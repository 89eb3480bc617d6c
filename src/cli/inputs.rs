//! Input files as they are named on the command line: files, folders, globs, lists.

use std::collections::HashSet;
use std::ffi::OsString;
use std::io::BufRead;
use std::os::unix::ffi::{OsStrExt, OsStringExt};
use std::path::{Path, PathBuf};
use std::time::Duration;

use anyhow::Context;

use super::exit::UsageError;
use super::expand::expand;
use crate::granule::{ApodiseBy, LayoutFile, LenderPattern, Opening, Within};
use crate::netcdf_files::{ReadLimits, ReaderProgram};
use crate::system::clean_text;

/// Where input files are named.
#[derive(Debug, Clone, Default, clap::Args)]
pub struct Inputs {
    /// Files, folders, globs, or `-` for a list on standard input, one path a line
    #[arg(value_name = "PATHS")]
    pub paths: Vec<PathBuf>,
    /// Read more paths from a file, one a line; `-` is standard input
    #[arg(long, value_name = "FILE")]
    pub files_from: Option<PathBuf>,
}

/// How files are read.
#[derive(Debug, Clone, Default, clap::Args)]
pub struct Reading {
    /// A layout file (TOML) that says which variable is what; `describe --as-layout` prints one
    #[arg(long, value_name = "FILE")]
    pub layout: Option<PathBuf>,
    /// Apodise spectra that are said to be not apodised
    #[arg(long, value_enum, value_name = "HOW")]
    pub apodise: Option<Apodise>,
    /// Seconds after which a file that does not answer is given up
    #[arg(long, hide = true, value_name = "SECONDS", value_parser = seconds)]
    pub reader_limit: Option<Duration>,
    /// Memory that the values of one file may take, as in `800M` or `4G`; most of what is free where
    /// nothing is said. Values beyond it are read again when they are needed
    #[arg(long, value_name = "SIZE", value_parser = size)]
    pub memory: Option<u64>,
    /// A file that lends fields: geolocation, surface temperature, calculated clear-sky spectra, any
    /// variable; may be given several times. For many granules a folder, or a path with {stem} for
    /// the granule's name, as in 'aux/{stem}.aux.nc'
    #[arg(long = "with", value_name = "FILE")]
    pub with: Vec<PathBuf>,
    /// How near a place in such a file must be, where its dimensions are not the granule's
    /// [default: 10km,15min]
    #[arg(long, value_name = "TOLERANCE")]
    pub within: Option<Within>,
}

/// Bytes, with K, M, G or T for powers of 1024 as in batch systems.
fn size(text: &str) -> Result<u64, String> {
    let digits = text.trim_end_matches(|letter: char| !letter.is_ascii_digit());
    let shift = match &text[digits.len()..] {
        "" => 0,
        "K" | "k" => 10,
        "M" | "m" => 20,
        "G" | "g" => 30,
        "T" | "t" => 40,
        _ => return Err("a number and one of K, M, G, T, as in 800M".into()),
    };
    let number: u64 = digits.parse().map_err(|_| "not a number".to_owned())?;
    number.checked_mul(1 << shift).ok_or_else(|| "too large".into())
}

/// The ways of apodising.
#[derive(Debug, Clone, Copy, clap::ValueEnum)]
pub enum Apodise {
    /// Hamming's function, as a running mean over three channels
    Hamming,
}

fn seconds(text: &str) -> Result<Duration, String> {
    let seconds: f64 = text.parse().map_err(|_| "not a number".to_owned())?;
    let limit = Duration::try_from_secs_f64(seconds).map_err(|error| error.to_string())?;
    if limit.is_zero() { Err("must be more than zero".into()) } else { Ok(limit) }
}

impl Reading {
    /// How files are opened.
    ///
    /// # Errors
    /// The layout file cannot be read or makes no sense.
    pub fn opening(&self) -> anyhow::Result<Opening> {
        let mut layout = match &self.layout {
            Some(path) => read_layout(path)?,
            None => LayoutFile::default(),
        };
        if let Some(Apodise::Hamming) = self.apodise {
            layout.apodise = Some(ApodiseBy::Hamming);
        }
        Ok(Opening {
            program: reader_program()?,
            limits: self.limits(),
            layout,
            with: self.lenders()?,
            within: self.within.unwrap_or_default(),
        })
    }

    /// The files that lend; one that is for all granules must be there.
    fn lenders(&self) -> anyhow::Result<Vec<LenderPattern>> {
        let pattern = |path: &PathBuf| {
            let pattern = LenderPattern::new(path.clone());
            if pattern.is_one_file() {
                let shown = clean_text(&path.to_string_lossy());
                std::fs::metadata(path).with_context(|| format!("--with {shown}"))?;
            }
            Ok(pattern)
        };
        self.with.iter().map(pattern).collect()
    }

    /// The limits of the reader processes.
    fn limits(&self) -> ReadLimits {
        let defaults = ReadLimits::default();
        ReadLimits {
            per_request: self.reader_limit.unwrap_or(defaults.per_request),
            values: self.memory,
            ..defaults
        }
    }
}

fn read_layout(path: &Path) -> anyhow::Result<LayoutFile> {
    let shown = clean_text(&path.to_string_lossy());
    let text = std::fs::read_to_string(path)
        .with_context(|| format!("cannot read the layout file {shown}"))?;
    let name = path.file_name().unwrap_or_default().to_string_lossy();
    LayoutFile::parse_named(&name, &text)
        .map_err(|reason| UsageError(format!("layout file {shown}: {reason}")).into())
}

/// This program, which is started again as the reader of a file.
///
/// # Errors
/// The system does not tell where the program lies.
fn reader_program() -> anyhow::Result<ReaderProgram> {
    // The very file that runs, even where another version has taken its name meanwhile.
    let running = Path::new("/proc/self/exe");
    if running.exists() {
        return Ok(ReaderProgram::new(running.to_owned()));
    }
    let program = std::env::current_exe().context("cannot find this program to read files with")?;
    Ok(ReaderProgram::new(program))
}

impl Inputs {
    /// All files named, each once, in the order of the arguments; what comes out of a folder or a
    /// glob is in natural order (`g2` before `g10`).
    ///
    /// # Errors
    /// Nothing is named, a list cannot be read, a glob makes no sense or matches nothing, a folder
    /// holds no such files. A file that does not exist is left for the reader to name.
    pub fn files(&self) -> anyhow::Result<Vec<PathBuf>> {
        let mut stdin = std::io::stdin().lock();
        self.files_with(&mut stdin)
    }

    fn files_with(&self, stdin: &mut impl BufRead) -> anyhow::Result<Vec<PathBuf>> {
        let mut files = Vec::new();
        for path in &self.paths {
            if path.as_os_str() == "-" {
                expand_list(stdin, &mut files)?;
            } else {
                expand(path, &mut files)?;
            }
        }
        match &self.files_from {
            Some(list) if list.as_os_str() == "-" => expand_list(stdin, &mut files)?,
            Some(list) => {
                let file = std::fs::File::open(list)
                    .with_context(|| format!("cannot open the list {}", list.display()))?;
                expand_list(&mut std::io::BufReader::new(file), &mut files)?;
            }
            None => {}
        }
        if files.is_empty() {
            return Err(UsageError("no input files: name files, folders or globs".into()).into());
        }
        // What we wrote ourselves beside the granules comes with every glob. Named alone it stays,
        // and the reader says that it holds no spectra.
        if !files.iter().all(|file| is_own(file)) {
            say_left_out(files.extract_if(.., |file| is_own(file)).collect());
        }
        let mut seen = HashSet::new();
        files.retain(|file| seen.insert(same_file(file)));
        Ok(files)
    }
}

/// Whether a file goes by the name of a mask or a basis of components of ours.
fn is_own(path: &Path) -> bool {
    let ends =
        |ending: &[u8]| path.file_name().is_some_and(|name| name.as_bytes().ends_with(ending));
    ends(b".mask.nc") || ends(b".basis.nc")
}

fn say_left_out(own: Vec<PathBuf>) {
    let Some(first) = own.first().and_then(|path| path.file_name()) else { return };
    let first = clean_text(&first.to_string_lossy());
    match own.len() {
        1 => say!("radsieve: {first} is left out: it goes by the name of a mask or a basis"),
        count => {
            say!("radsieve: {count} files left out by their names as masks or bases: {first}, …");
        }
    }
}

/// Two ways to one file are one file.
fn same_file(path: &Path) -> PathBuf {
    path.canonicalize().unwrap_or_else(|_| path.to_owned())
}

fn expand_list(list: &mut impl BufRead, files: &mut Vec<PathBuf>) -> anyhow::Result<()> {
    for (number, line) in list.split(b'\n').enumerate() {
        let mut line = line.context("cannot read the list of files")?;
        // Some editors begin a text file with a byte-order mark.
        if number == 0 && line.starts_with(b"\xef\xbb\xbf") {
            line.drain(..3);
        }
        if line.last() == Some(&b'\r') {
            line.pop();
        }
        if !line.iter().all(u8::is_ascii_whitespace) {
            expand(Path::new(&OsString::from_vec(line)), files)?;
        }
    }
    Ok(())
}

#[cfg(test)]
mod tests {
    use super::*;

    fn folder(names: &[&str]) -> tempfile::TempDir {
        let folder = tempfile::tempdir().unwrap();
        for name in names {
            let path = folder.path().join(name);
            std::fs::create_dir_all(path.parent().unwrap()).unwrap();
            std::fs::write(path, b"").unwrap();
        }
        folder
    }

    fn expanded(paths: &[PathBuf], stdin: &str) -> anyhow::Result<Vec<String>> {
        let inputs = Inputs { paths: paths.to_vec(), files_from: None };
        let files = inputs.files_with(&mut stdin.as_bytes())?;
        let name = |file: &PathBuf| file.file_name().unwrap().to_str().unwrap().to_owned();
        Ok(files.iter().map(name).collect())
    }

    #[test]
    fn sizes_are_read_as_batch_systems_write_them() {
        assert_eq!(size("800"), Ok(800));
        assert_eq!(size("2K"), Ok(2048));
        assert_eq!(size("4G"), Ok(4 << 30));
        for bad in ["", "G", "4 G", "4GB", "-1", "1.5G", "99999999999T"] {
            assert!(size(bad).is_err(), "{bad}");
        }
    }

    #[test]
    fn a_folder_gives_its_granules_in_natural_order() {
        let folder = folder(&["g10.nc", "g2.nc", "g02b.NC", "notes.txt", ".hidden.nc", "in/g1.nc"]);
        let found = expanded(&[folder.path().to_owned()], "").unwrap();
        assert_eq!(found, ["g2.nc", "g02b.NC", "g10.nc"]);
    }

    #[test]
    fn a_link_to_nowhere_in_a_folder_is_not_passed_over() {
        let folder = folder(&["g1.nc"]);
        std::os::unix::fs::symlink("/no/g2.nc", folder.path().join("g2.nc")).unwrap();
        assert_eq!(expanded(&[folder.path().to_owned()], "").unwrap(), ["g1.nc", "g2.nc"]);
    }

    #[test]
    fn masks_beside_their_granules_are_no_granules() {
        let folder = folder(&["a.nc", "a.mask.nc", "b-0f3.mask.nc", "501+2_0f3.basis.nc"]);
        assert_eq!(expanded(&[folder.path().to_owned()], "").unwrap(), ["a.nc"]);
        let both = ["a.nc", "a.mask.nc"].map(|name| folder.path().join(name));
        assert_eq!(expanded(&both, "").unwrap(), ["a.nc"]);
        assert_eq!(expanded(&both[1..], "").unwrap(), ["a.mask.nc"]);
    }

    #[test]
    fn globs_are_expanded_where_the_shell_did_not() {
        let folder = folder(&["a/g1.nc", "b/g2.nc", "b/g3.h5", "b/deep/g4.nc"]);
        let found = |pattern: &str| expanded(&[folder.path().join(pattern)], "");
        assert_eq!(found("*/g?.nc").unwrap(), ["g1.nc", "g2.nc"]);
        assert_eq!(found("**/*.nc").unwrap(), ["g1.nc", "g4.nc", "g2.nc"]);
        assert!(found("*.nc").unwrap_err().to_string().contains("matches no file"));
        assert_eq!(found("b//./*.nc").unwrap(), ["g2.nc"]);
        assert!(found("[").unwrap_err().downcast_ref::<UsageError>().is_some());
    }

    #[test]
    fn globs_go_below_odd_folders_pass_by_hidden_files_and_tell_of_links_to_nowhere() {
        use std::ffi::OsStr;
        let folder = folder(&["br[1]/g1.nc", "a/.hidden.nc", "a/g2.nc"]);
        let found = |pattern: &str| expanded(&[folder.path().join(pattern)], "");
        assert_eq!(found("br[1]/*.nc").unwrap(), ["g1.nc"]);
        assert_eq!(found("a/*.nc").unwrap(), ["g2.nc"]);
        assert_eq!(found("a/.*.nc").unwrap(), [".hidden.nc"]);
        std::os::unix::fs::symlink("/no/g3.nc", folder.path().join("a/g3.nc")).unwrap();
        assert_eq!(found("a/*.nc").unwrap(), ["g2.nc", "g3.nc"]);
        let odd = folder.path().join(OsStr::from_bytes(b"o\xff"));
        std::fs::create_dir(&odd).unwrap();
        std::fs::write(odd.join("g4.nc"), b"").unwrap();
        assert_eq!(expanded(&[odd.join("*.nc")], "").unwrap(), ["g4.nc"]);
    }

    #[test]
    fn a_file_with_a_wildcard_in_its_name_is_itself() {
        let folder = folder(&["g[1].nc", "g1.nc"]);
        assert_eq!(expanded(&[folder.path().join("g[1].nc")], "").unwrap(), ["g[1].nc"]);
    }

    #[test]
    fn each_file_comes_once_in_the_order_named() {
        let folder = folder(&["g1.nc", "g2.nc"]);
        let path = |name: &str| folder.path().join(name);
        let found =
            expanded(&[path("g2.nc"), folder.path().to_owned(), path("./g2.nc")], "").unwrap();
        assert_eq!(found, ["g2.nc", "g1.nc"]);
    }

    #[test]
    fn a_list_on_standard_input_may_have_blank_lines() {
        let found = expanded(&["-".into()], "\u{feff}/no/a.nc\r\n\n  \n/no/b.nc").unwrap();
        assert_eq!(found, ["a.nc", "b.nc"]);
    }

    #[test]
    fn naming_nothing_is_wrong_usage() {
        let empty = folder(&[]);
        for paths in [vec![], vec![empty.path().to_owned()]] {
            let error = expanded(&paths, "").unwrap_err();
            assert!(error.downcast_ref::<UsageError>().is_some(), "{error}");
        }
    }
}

########################################

■ **EXERCISE BRIEF**
Report how many lines of the entries above contain the word "defaults", giving the number by itself.

■ **TASK ANSWER**
3